I would have loved to see a political party, or a newspaper request libraries
to delete their copies.

So, what is a digital archive other, then a library, our repository of shared
human historic-source-files? Why do we make it that easy for anyone, to
destroy things, that might be of interest to future historians/generations?

I strongly believe, that our day and age will be one of the least known to
future generations, as so much of the digital artifacts will be lost without
the smallest possibility, to recover any artifact of it.

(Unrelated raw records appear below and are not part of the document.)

import pg from 'pg'
import { afterAll, beforeAll, describe, expect, it } from 'vitest'
import type * as z from 'zod/mini'
import { designAnswer, designNamesAnswer, designsAnswer, seabedAnswer, trialAnswer, trialPullsAnswer, trialsAnswer } from '#shared/schemas/answers/reading'
import type { EstimatesAnswer } from '#shared/types/catalogue'
import type { DesignAnswer, DesignsPage, SeabedAnswer, TrialAnswer, TrialPullsAnswer, TrialsAnswer } from '#shared/types/reading'
import { numberedSeabeds, seabeds } from '#shared/types/words'
import { expectProblem, get, unlimited } from './client'
import { startApp, type TestApp } from './harness'

let app: TestApp
let client: pg.Client
beforeAll(async () => {
  app = await startApp(unlimited)
  client = new pg.Client({ connectionString: app.databaseUrl })
  client.on('error', () => {})
  await client.connect()
})
afterAll(async () => {
  await client?.end()
  await app?.stop()
})

async function read<T>(path: string, schema: z.ZodMiniType): Promise<T> {
  const { status, body } = await get(app.baseUrl + path)
  expect(status, `${path} ${JSON.stringify(body)}`).toBe(200)
  expect(schema.safeParse(body).error, path).toBeUndefined()
  return body as unknown as T
}
const designs = (query = '') => read<DesignsPage>(`/api/designs${query}`, designsAnswer)
const count = async (sql: string) => Number((await client.query<{ n: string }>(`select count(*) n from ${sql}`)).rows[0]?.n)

describe('GET /api/designs', () => {
  it('narrows as asked, and says how many there are', async () => {
    const all = await designs()
    expect(all).toMatchObject({ page: 1, pages: 1, total: await count('designs') })
    const check = async (query: string, wanted: (design: DesignsPage['designs'][number]) => boolean) => {
      const { designs: found } = await designs(query)
      expect(found.map(({ slug }) => slug), query).toEqual(all.designs.filter(wanted).map(({ slug }) => slug))
    }
    await check('?family=claw', ({ family }) => family === 'claw')
    await check('?seabed=weed-over-sand', ({ tested }) => tested.some(({ seabed }) => seabed === 'weed-over-sand'))
    await check('?massKg=15', ({ sizes }) => sizes.some(({ massKg }) => massKg >= 12.5 && massKg <= 18))
    await check('?tested=no', ({ pulls }) => pulls === 0)
    await check('?tested=yes', ({ pulls }) => pulls > 0)
    await check('?search=FENN', ({ name, description }) => /fenn/i.test(name + description))
    await check('?search=%25', ({ description }) => description.includes('%'))
    await check('?search=roll-bar%20scoop', ({ familyName, description, name }) => /roll-bar scoop/i.test(`${familyName}|${description}|${name}`))
    await check('?search=_', () => false)
    expect((await designs('?page=2')).designs).toEqual([])
  })

  it('orders as asked', async () => {
    const { designs: byPulls } = await designs('?sort=pulls')
    expect(byPulls.map(({ pulls }) => pulls)).toEqual(byPulls.map(({ pulls }) => pulls).toSorted((a, b) => b - a))
    const { estimates } = (await get(`${app.baseUrl}/api/estimates?seabed=firm-mud`)).body as unknown as EstimatesAnswer
    const expected = estimates.filter(({ pulls }) => pulls > 0).toSorted((a, b) => b.lnMean15Kg - a.lnMean15Kg).map(({ design }) => design)
    expect((await designs('?sort=holding&seabed=firm-mud')).designs.map(({ slug }) => slug)).toEqual(expected)
  })

  it('gives every name for a choice', async () => {
    const { designs: names } = await read<{ designs: { slug: string }[] }>('/api/design-names', designNamesAnswer)
    expect(names).toHaveLength(await count('designs'))
  })
})

describe('GET /api/designs/{slug}', () => {
  it('says of every design what the database and the fit say', async () => {
    for (const { slug, tested } of (await designs()).designs) {
      const answer = await read<DesignAnswer>(`/api/designs/${slug}?massKg=15`, designAnswer)
      const { estimates } = (await get(`${app.baseUrl}/api/estimates?design=${slug}`)).body as unknown as EstimatesAnswer
      expect(answer.seabeds.length).toBe(estimates.length)
      for (const { seabed, holding15KgN, pulls } of estimates) {
        const own = answer.seabeds.find(one => one.seabed === seabed)
        expect(own?.holdingN?.median).toBeCloseTo(holding15KgN.median, 6)
        expect(own?.holdingN?.low90).toBeCloseTo(holding15KgN.low90, 6)
        expect(own?.pulls).toBe(pulls)
        // Every pull that entered the fit is a tick.
        expect(own?.ticks.length).toBe(pulls)
      }
      expect(answer.manner.pulls).toBe(await count(`pulls p join designs d on d.id = p.design_id where d.slug = '${slug}' and p.modification_id is null and p.superseded_by_id is null`))
      expect(answer.manner.setting.reduce((sum, one) => sum + one.count, 0)).toBe(answer.manner.pulls)
      expect(answer.seabeds.filter(({ pulls }) => pulls > 0).map(({ seabed }) => seabed).sort()).toEqual(tested.map(({ seabed }) => seabed).sort())
    }
  })
})

describe('GET /api/seabeds/{slug}', () => {
  it.each(seabeds)('%s', async (slug) => {
    const answer = await read<SeabedAnswer>(`/api/seabeds/${slug}?massKg=20`, seabedAnswer)
    expect(answer.rows.map(({ rank }) => rank)).toEqual(answer.rows.map((_, index) => index + 1))
    const medians = answer.rows.map(({ holdingN }) => holdingN.median)
    expect(medians).toEqual(medians.toSorted((a, b) => b - a))
    for (const { pulls, days } of answer.rows) expect(pulls >= 5 && days >= 2).toBe(true)
    for (const { pulls, days } of answer.thin) expect(pulls > 0 && (pulls < 5 || days < 2)).toBe(true)
    for (const { ticks, pulls } of [...answer.rows, ...answer.thin]) expect(ticks.length).toBe(pulls)
    const pulled = await count(`pulls where seabed = '${slug}'`) > 0
    expect(answer.rows.length > 0).toBe(pulled)
    if (!(numberedSeabeds as readonly string[]).includes(slug)) expect(answer.rows).toEqual([])
  })
})

describe('GET /api/trials', () => {
  it('lists every published trial with what was pulled in it, newest first', async () => {
    const answer = await read<TrialsAnswer>('/api/trials', trialsAnswer)
    expect(answer.total).toBe(await count('trials'))
    expect(answer.trials.reduce((sum, { pulls }) => sum + pulls, 0)).toBe(await count('pulls where superseded_by_id is null'))
    const days = answer.trials.map(({ day }) => day)
    expect(days).toEqual(days.toSorted().toReversed())
    const narrowed = await read<TrialsAnswer>('/api/trials?seabed=stiff-clay', trialsAnswer)
    expect(narrowed.trials).toEqual(answer.trials.filter(trial => trial.seabeds.includes('stiff-clay')))
  })

  it('shows every pull, and the plain mean of what was held beside the estimate', async () => {
    const { trials } = await read<TrialsAnswer>('/api/trials', trialsAnswer)
    for (const { slug, pulls: wanted } of trials) {
      const { pulls } = await read<TrialPullsAnswer>(`/api/trials/${slug}/pulls`, trialPullsAnswer)
      const { comparisons } = await read<TrialAnswer>(`/api/trials/${slug}`, trialAnswer)
      expect(pulls).toHaveLength(wanted)
      for (const { design, massKg, seabed, meanN, pulls: n, reason, estimateN } of comparisons) {
        const own = pulls.filter(pull => pull.design === design && pull.massKg === massKg && pull.seabed === seabed && pull.modification === null && pull.setting !== 'fouled')
        expect(n).toBe(own.length)
        expect(meanN).toBeCloseTo(own.reduce((sum, { heldN }) => sum + heldN, 0) / own.length, 6)
        expect(reason).toMatch(/^[A-Z].*[.]$/)
        expect(estimateN).not.toBeNull()
      }
    }
  })

  it('knows nothing of a trial that is not published', async () => {
    await client.query('update trials set published_at = null where slug = \'ouzel-bar-2025-04-09\'')
    try {
      for (const path of ['', '/pulls']) expectProblem(await get(`${app.baseUrl}/api/trials/ouzel-bar-2025-04-09${path}`), 404)
      const { trials } = await read<TrialsAnswer>('/api/trials', trialsAnswer)
      expect(trials.map(({ slug }) => slug)).not.toContain('ouzel-bar-2025-04-09')
    }
    finally {
      await client.query('update trials set published_at = now() where slug = \'ouzel-bar-2025-04-09\'')
    }
  })
})

describe('what is not there', () => {
  const names = ['no-such', 'UPPER', '__proto__', 'constructor', '%27%20or%201%3D1', '%00', '..%2f..', 'x'.repeat(3000), '%F0%9F%9A%A2']
  it.each(['/api/designs/', '/api/seabeds/', '/api/trials/'])('%s', async (path) => {
    for (const name of names) expectProblem(await get(app.baseUrl + path + name), 404)
  })

  it.each(['/designs/', '/seabeds/', '/trials/'])('%s is a 404 page', async (path) => {
    for (const name of ['no-such', '__proto__', '%27%20or%201%3D1', '%00', 'x'.repeat(3000)]) {
      const answer = await fetch(app.origin + path + name, { headers: { Accept: 'text/html' } })
      expect(answer.status, name).toBe(404)
      expect(answer.headers.get('content-type')).toMatch(/^text\/html/)
      expect(await answer.text()).toContain('No page is charted here')
    }
  })
})

describe('absurd queries', () => {
  const absurd = ['page=0', 'page=-1', 'page=1.5', 'page=1e9', 'page=999999999999999999999', 'page=', 'massKg=0', 'massKg=1e400', 'massKg=NaN', 'massKg=-5', 'sort=worst', 'tested=maybe', 'family=none', 'seabed=rock', 'x=1', '__proto__=1',
    'search=', 'search=%00', `search=${'x'.repeat(61)}`, 'search=a&search=b']
  it.each(absurd)('/api/designs?%s is refused', async (query) => {
    expectProblem(await get(`${app.baseUrl}/api/designs?${query}`), 422)
  })

  it.each(['/api/designs/fennigar?massKg=0', '/api/seabeds/silt?massKg=many', '/api/trials?seabed=coral', '/api/trials?design=A', '/api/trials/x?x=1', '/api/design-names?x=1'])('%s is refused', async (path) => {
    expectProblem(await get(app.baseUrl + path), 422)
  })

  it.each(['/designs', '/trials', '/seabeds', '/designs/fennigar', '/seabeds/silt'])('%s ignores them and says so', async (path) => {
    for (const query of ['page=-1', 'page=1e9', 'family=none&seabed=rock&mass=lots&tested=maybe&sort=worst', 'chart=%00%01', 'mass=1e400', `search=${'x'.repeat(90)}`, 'seabed=%27', 'x=1', '%00=%00', 'page=99']) {
      const answer = await fetch(`${app.origin}${path}?${query}`, { headers: { Accept: 'text/html' } })
      expect(answer.status, query).toBe(200)
    }
    const key = path === '/seabeds' ? 'chart' : path.split('/').length > 2 ? 'mass' : 'seabed'
    expect(await (await fetch(`${app.origin}${path}?${key}=${key === 'chart' ? '%01' : 'lots'}`)).text()).toContain('Ignored: “')
  })
})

And yes, it is copyrighted material, but was copyright ever conceived as a
tool for history-mingling or censorship?

------
hrnnnnnn
"Past events, it is argued, have no objective existence, but survive only in
written records and in human memories. The past is whatever the records and
the memories agree upon. And since the Party is in full control of all
records, and in equally full control of the minds of its members, it follows
that the past is whatever the Party chooses to make it." \- George Orwell,
1984

------
lignuist
> Prime Minister David Cameron’s Conservative Party confirmed a magazine
> report on Nov. 13 that it had removed from its website speeches that
> predated the party taking power in 2010, as well as placing markers on its
> site asking search engines to remove these from their archives.

The standard behavior of search engines in such cases should be to remove the
entire website from the index. All or nothing.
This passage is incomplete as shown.